Classification by specialty

Medicine in general	Pneumology	Infectious disease

Classification by malignancy

Others

Genomic information

NO

Narrative objectives1

To investigate predictors of prognosis and clinical course in adult patients with community-onset pneumonia (COP).

Basic objectives2

Others

Basic objectives -Others

To assess potential predictors of clinical course and prognosis in COP patients, such as patient backgrounds, clinical findings, laboratory findings (e.g. biomarkers), disease severity including SOFA and qSOFA scores, causative organisms, and treatment drugs.

To investigate actual situation of severity-guided management of adult patients with COP in daily clinical practice and evaluate observance level and validity of the Japanese Respiratory Society guidelines for the management of pneumonia in adults 2017 (JRS guidelines).

Trial characteristics_1

Exploratory

Trial characteristics_2

Developmental phase

Not applicable

Primary outcomes

Thirty-day mortality and prognostic factors

Key secondary outcomes

Predictors of treatment failure at Day 3, end of treatment, and test of cure (5-10 days after end of treatment)

Causative organisms and antimicrobial susceptibilities

Severity (A-DROP, PSI, PORT, qSOFA, SOFA and APACHE-II scores)

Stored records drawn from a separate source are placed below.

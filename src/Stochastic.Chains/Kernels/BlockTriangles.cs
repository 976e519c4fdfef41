using System.Runtime.CompilerServices;

namespace Stochastic.Chains.Kernels;

/// <summary>
/// One block of states eliminated among themselves, with the inverses of its two triangles: what turns the rows right of the block into
/// rates at elimination time, and the columns below it into factors.
/// </summary>
internal sealed class BlockTriangles<TKernel>(int widest) : IDisposable
    where TKernel : struct, ITileKernel
{
    private readonly PooledBuffer _work = PooledBuffer.Rent(widest * (widest + TKernel.Width));
    private readonly PooledBuffer _triangle = PooledBuffer.Rent(widest * widest);
    private readonly PooledBuffer _lower = PooledBuffer.Rent(widest * widest);
    private readonly PooledBuffer _upper = PooledBuffer.Rent(widest * widest);
    private readonly PooledBuffer _upperPanels = PooledBuffer.Rent(ColumnPanels<TKernel>.Size(widest, widest));
    private readonly PooledBuffer _pivots = PooledBuffer.Rent(widest);
    private readonly PooledBuffer _reciprocals = PooledBuffer.Rent(widest);
    private readonly PooledBuffer _extents = PooledBuffer.Rent(2 * widest);

    private int _blockWidth;
    private int _blockDepth;

    /// <summary>The reciprocals of the pivots of the block, padded with ones.</summary>
    internal Span<double> Reciprocals => _reciprocals.Slice(0, _blockDepth);

    /// <summary>
    /// Eliminates the block of the given width, padded to a depth, leaving the table as it is. Given are the sums of the rates right of
    /// the block and their least nonzero values, and the least nonzero value of each column below the block. False when
    /// a product here, or in the solves to follow, could leave the normal range.
    /// </summary>
    internal bool Eliminate(
        MatrixView block, int width, int depth, ReadOnlySpan<double> rests, ReadOnlySpan<double> smallestRates, ReadOnlySpan<double> smallestBelow,
        CancellationToken cancellation)
    {
        _blockWidth = width;
        _blockDepth = depth;
        var stride = depth + TKernel.Width;
        var square = new MatrixView(_work.Values, _work.Start, stride);
        square.Row(0, 0, depth * stride).Clear();
        for (var row = 0; row < width; row++)
        {
            block.Row(row, 0, width).CopyTo(square.Row(row, 0, width));
            square[row, depth] = rests[row];
        }

        if (!RowReduction<TKernel>.Eliminate(square, width, stride, 0, width, _pivots.Slice(0, width), cancellation))
        {
            return false;
        }

        _pivots.Slice(width, depth - width).Fill(1);
        for (var state = 0; state < depth; state++)
        {
            _reciprocals[state] = 1 / _pivots[state];
        }

        return InvertLower(square, smallestRates) && InvertUpper(square, smallestBelow);
    }

    /// <summary>Copies factors and rates inside the block to the table, and the pivots.</summary>
    internal void CopyTo(MatrixView block, Span<double> sums)
    {
        var square = new MatrixView(_work.Values, _work.Start, _blockDepth + TKernel.Width);
        for (var row = 0; row < _blockWidth; row++)
        {
            square.Row(row, 0, _blockWidth).CopyTo(block.Row(row, 0, _blockWidth));
        }

        _pivots.Slice(0, _blockWidth).CopyTo(sums);
    }

    /// <summary>Multiplies column panels by T from the left, in place: each panel from its last rows upwards.</summary>
    internal void SolveRates(ref double panels, int columns, int depth)
    {
        var side = TKernel.Width;
        for (var column = 0; column < columns; column += TKernel.TileColumns)
        {
            ref var panel = ref Unsafe.Add(ref panels, (nint)column * depth);
            for (var row = depth - side; row >= 0; row -= side)
            {
                TKernel.AddTile(
                    ref _lower[row * depth], ref panel, TKernel.TileColumns, row + side,
                    ref Unsafe.Add(ref panel, row * TKernel.TileColumns), TKernel.TileColumns, side);
            }
        }
    }

    /// <summary>Multiplies row panels by N from the right, in place: each panel from its last columns backwards.</summary>
    internal void SolveFactors(ref double panels, int rows, int depth)
    {
        var side = TKernel.Width;
        var tile = TKernel.TileColumns;
        for (var row = 0; row < rows; row += side)
        {
            ref var panel = ref Unsafe.Add(ref panels, (nint)row * depth);
            var column = depth / tile * tile;
            for (var rest = depth - side; rest >= column; rest -= side)
            {
                TKernel.AddNarrowTile(
                    ref panel, ref _upperPanels[(column * depth) + rest - column], tile, rest + side,
                    ref Unsafe.Add(ref panel, rest * side), side);
            }

            for (column -= tile; column >= 0; column -= tile)
            {
                TKernel.AddTile(
                    ref panel, ref _upperPanels[column * depth], tile, column + tile,
                    ref Unsafe.Add(ref panel, column * side), side, side * side);
            }
        }
    }

    /// <summary>Gives all working memory back to the pool.</summary>
    public void Dispose()
    {
        _work.Dispose();
        _triangle.Dispose();
        _lower.Dispose();
        _upper.Dispose();
        _upperPanels.Dispose();
        _pivots.Dispose();
        _reciprocals.Dispose();
        _extents.Dispose();
    }

    private bool InvertLower(MatrixView square, ReadOnlySpan<double> smallestRates)
    {
        var count = _blockDepth * _blockDepth;
        var rowMajor = new MatrixView(_upperPanels.Values, _upperPanels.Start, _blockDepth);
        for (var row = 0; row < _blockDepth; row++)
        {
            var target = rowMajor.Row(row, 0, _blockDepth);
            square.Row(row, 0, row).CopyTo(target);
            target[row..].Clear();
        }

        RowPanels<TKernel>.Pack(rowMajor, _blockDepth, _blockDepth, _blockDepth, ref _triangle[0]);
        if (!TriangleInverse<TKernel>.OfLower(_triangle.Slice(0, count), _blockDepth, _lower.Slice(0, count)))
        {
            return false;
        }

        var smallest = _extents.Slice(0, _blockDepth);
        smallest.Fill(double.PositiveInfinity);
        RowPanels<TKernel>.MeasureColumns(ref _lower[0], _blockDepth, _blockDepth, ref smallest[0], ref _extents[_blockDepth]);
        return NormalRange.KeepsProducts(smallest, smallestRates);
    }

    private bool InvertUpper(MatrixView square, ReadOnlySpan<double> smallestBelow)
    {
        var count = _blockDepth * _blockDepth;
        var rowMajor = new MatrixView(_upperPanels.Values, _upperPanels.Start, _blockDepth);
        var keeps = true;
        for (var row = 0; row < _blockDepth; row++)
        {
            var target = rowMajor.Row(row, 0, _blockDepth);
            var jumps = target[(row + 1)..];
            target[..(row + 1)].Clear();
            VectorLoops.Divide(square.Row(row, row + 1, jumps.Length), _pivots[row], jumps);
            keeps &= NormalRange.Extent(square.Row(row, row + 1, jumps.Length)).Smallest / _pivots[row] >= NormalRange.Smallest;
        }

        RowPanels<TKernel>.Pack(rowMajor, _blockDepth, _blockDepth, _blockDepth, ref _triangle[0]);
        if (!keeps || !TriangleInverse<TKernel>.OfUpper(
            _triangle.Slice(0, count), _blockDepth, _upper.Slice(0, count), _upperPanels.Slice(0, _blockDepth * TKernel.Width)))
        {
            return false;
        }

        rowMajor = new MatrixView(_triangle.Values, _triangle.Start, _blockDepth);
        RowPanels<TKernel>.Unpack(ref _upper[0], _blockDepth, rowMajor, _blockDepth, _blockDepth);
        ColumnPanels<TKernel>.Pack(rowMajor, _blockDepth, _blockDepth, _blockDepth, ref _upperPanels[0]);
        ColumnPanels<TKernel>.MeasureRows(ref _upperPanels[0], _blockDepth, _blockDepth, ref _extents[_blockDepth], ref _extents[0]);
        return NormalRange.KeepsProducts(smallestBelow, _extents.Slice(0, _blockDepth));
    }
}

Actual situation of severity-guided management of adult patients with COP and observance rate of the JRS guidelines

Biomarkers associated with causative organisms, severity, and clinical course

Safety of administered antibiotics (adverse events occurred between Day 0 and TOC)

Study type

Observational

Basic design

Randomization

Randomization unit

Blinding

Control

Stratification

Dynamic allocation

Institution consideration

Blocking

Concealment

No. of arms

Purpose of intervention

Type of intervention

Interventions/Control_1

Interventions/Control_2

Interventions/Control_3

Interventions/Control_4

Interventions/Control_5

Interventions/Control_6

Interventions/Control_7

Interventions/Control_8

Interventions/Control_9

Interventions/Control_10

Age-lower limit

20

years-old

<=

Age-upper limit

Not applicable

Gender

Male and Female

Key inclusion criteria

Evidence of a signed and dated informed consent form indicating that the patient or legally acceptable representative(s) have been informed of all pertinent aspects of the study. Subjects must meet all of the following inclusion criteria to be eligible for participation in the study:

(1) Age: 20 years old and above

(2) Diagnosed as COP clinically and having at least two of the following signs/symptoms compatible with pneumonia:
- Cough (either productive or dry)
- Purulent sputum
- Abnormal findings in auscultation and/or percussion (moist rales, respiratory sound attenuation, abnormal dullness in percussion, etc.)
- Dyspnea and/or tachypnea
- Fever (measured axillary temperature of 37 degree Celsius or above)
- WBC >10,000/mm3, or >15% bands, or WBC <4,500/mm3
- Elevated CRP value (over the upper limit of institutional reference value)
- Hypoxemia (PaO2<60 Torr, or SpO2<90%)

(3) Showing a pneumonia pattern (e.g. alveolar infiltrative shadow associated with air bronchogram) on chest X-ray or chest CT within the past 48 hours.

Key exclusion criteria

- Any subject who is transferred to a participating medical institution after already being hospitalized for 48 hours or more at any other hospital.
- Hospital acquired pneumonia (ie, develops signs and symptoms of pneumonia after being hospitalized for 48 hours or more)
- Previous enrollment in this study within the past 30 days.
- Any subject who has received effective antibacterial drug therapy for the current pneumonia and improvement is observed (Note: subjects who have received antibacterial agents for a continuous duration of more than 3 days for the current pneumonia and considered as treatment failure based on the investigators judgment are allowed).
- Any subject who has received azithromycin during the previous 7 days.
- Any subject who has a concurrent condition or infection that, in the investigators judgment, would preclude evaluation of therapeutic response (e.g. advanced cancer, primary or metastatic lung cancer, severe heart failure, cystic fibrosis, AIDS, pneumocystis pneumonia, active tuberculosis)
- Any subject who has a history or current condition, therapy, laboratory abnormality, or other circumstance that, in the opinion of the investigator, might confound the results of the study or interfere with the participation for the full duration of the study.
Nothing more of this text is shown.